Elections can also be a vital source of information. “Dictators are victims of their own repression because no one tells them the truth,” Klaas said. “So one thing that dictators do is they use elections as a proxy to figure out how popular they genuinely are.”

Allowing some campaigning and a few other names on the ballot paper can offer a window into a leader’s actual appeal — even if the government then tweaks the results to prevent the real information from ever becoming public.

The process can also help leaders identify opposition figures who might become threats. Putin, for instance, cracked down on the nascent opposition and protest movement that formed around the 2011 Russian elections, using arrests, forced exile and other repressive methods to further concentrate power in his own hands.

But that method can occasionally backfire. Researchers have found that simply holding elections can open a door to eventual regime change, even when they were intended to do the opposite.

Research by Beatriz Magaloni, a Stanford political scientist, shows that stolen elections can sometimes lead to “civil revolutions,” in which the attempted manipulation leads to mass protests, which then prompt the military and other elite allies to defect from the incumbent regime, forcing it from office. That was what happened in Ukraine’s “Orange Revolution” in 2004, for instance, and Georgia’s “Rose Revolution” in 2003.

Of course that remains a fairly unusual outcome. Ukraine and Georgia had a far more substantial political opposition, for example, than in Russia, where Putin has ruthlessly prevented opposition figures like Navalny from even making it onto the ballot. Attempts to spark a similar revolution in Russia after the 2011 elections fizzled, and the crackdown on dissent that followed would make such a movement far more difficult to form now.

Sometimes, if the opposition unites, a vote intended as a rigged performance can become a real contest. Yahya Jammeh ruled Gambia for decades, using repression and torture to silence dissent and crush political opposition. He was accustomed to “winning” elections with more than 70 percent of the vote and expected the same result in 2016. But instead he lost.

The opposition managed to coalesce around one candidate, Adama Barrow, a real-estate company owner. The large Gambian diaspora abroad gave his campaign the resources it needed, and some of the rigging methods that Jammeh was apparently relying on failed: A warehouse believed to contain false voter IDs intended to aid electoral manipulation was burned down in an arson attack right before the election, leaving too little time to make more. When it became clear that the voting tally favored the opposition, the head of the electoral commission reported the results despite government pressure to stop.

And while foreign allies might be willing to look the other way when elections are manipulated or rigged, there are much stronger norms against actually overturning results. Jammeh’s appeal to other African leaders to keep him in office fell on deaf ears, and they backed Barrow instead. A few weeks after the election, foreign troops from ECOWAS, a regional organization of West African nations, entered the country to help force him from office.

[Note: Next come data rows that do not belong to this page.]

/* The forecast PIT of cycle rows r0..r0+m-1 (out->pit, when recorded)
 * from their predictions in Yhat and the weights w the forecast carries:
 * the members every row reads chosen once (two passes over the weights),
 * then each row a serial pass over at most SL_PIT_MAX_MEMBERS of them by
 * one thread (bit-identical for any thread count). */
void sl_pfi_record_pit(const sl_pf_config *cfg, const pf_buffers *b, size_t r0, size_t m,
                       const double *w, const unsigned char *dead, sl_pf_output *out)
{
    size_t i, count, js[SL_PIT_MAX_MEMBERS + 1];
    double fs[SL_PIT_MAX_MEMBERS + 1];
    if (out->pit == NULL || m == 0)
        return;
    count = sl_loglik_pit_members(cfg->N, w, dead, js, fs);
    /* the rows passed sl_pf_check: it cannot fail */
#pragma omp parallel for num_threads(b->nt) schedule(static)
    for (i = 0; i < m; i++)
        (void)sl_loglik_pit_listed(1, cfg->y + r0 + i, b->Yhat + i, m, cfg->sigma + r0 + i,
                                   cfg->aux + r0 + i, cfg->family + r0 + i, count, js, fs,
                                   out->pit + r0 + i, NULL);
}

void sl_pfi_loglik_into(const sl_pf_config *cfg, pf_buffers *b, size_t r0,
                        size_t m, double *ll, size_t *nskipped)
{
    const size_t N = cfg->N;
    int nthr = b->nt, t;
    size_t skipped = 0;
    if ((size_t)nthr > N)
        nthr = (int)N;
#pragma omp parallel for num_threads(nthr) schedule(static)
    for (t = 0; t < nthr; t++) {
        size_t j0 = N * (size_t)t / (size_t)nthr, j1 = N * (size_t)(t + 1) / (size_t)nthr;
        size_t sk = 0;
        if (j1 > j0)
            sl_loglik_ensemble(m, j1 - j0, cfg->y + r0, b->Yhat + j0 * m, m,
                               cfg->sigma + r0, cfg->aux + r0,
                               cfg->family + r0, 0, ll + j0, &sk, NULL);
        if (t == 0)
            skipped = sk;
    }
    *nskipped = skipped;
}

void sl_pfi_loglik_all(const sl_pf_config *cfg, pf_buffers *b, size_t r0,
                       size_t m, size_t *nskipped)
{
    sl_pfi_loglik_into(cfg, b, r0, m, b->ll, nskipped);
}

size_t sl_pfi_summary_count(const sl_pf_config *cfg)
{
    return cfg->summary_rows != NULL ? cfg->n_summary_rows
                                     : cfg->model->n_state + cfg->model->n_param;
}

size_t sl_pfi_summary_row(const sl_pf_config *cfg, size_t i)
{
    return cfg->summary_rows != NULL ? cfg->summary_rows[i] : i;
}

void sl_pfi_summary_blank(const sl_pf_config *cfg, double *mean, double *q,
                          size_t qinc, size_t nq)
{
    const size_t v = cfg->model->n_state + cfg->model->n_param;
    size_t r, i = 0, l;
    if (cfg->summary_rows == NULL)
        return;
    for (r = 0; r < v; r++) {
        if (i < cfg->n_summary_rows && cfg->summary_rows[i] == r) {
            i++;
            continue;
        }
        mean[r] = NAN;
        if (q != NULL)
            for (l = 0; l < nq; l++)
                q[r + l * qinc] = NAN;
    }
}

But such electoral revolutions are rare, and perhaps becoming more so. Recent decades, Klaas said, have amounted to a period of “authoritarian learning,” in which autocratic leaders have become increasingly skilled at electoral manipulation.

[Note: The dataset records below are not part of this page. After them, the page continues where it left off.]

def _consistency(catalog: Ledger) -> str:
    try:
        result = check_consistency(catalog, record=False)
    except InputError as err:
        return f'<section id="consistency"><h2>Consistency between datasets</h2><p>{html.escape(str(err))}</p></section>'
    parts = ['<section id="consistency"><h2>Consistency between datasets</h2>',
             '<p class="note">Each dataset against the consensus of the others measuring the same observable under '
             "matching conditions, on the uncertainties as measured.</p>"]  # fmt: skip
    shown = 0
    for number, group in enumerate(result.groups):
        if shown + len(group.datasets) > MAX_TABLE_ROWS and shown:
            rest = result.groups[number:]
            parts.append(f'<p class="note">{len(rest)} more groups ({sum(len(g.datasets) for g in rest)} datasets) '
                         "not shown here; `curate consistency` lists them all.</p>")  # fmt: skip
            break
        shown += len(group.datasets)
        rows, flagged = [], []
        for r in group.datasets[:MAX_TABLE_ROWS]:
            rows.append([r.id, r.lab, r.n_overlap, "-" if r.chi2 is None else f"{r.chi2:.1f}", r.dof if r.dof is not None else "-",
                         "-" if r.birge_ratio is None else f"{r.birge_ratio:.2f}", "-" if r.p_value is None else f"{r.p_value:.2g}",
                         "" if r.in_consensus else "left out of the consensus"])  # fmt: skip
            flagged.append(r.p_value is not None and r.p_value < result.alpha)
        label = ", ".join(
            f"{k}={condition_text(ConditionValue.model_validate(v))}"
            for k, v in group.conditions.items()
        )
        parts.append(f"<h3>{html.escape(group.observable)} at {html.escape(label)}</h3>")
        parts.append(
            table_html(
                ["dataset", "lab", "points", "chi2", "dof", "Birge R", "p", "note"],
                rows,
                flagged=flagged,
            )
            + rows_note(
                len(rows), len(group.datasets), "datasets", "`curate consistency` lists them all"
            )
        )
        if group.summary is not None:
            s = group.summary
            parts.append(f'<p class="note">{html.escape(result.summary_of.capitalize())}: Q = {s.q:.1f} on {s.dof} dof (p = {s.q_p_value:.2g}), I² = {100 * s.i2:.0f}%, '
                         f"tau² DL {s.tau2_dl:.3g}, PM {s.tau2_pm:.3g}, PDG S = {s.pdg_scale:.2f}.</p>")  # fmt: skip
    if result.labs:
        parts.append("<h3>Labs against the consensus</h3>")
        parts.append(table_html(["lab", "Birge R", "dof", "grades", "flag"],
                                [[lab.lab, f"{lab.birge_ratio:.2f}", lab.dof, ",".join(lab.grades), lab.flag]
                                 for lab in result.labs[:MAX_TABLE_ROWS]]))  # fmt: skip
        parts.append(rows_note(min(len(result.labs), MAX_TABLE_ROWS), len(result.labs), "labs",
                               "`curate consistency` lists them all"))  # fmt: skip
    parts.append("</section>")
    return "\n".join(parts)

“Only amateurs steal elections on Election Day,” he said. “The pros are really doing it in advance, through a series of much more savvy, subtle ways.”


  • The War Lawyers: The United States, Israel, and Juridical Warfare,” by Craig Jones, is a deeply researched study of the role that lawyers play in warfare, particularly aerial bombardments. Although the book, which was published in January 2021, predates the current military operation in Gaza, the legal and operational issues that Jones discusses remain highly relevant.

  • Rules of Civility,” by Amor Towles. I’d somehow never read anything by Towles, despite devoting an entire summer to novels of snobbery last year. (Many of you recommended his work, so I only have myself to blame.) I enjoyed the prose very much, and the gently twisting story line, but in the end it felt a bit hollow. Perhaps that was the point?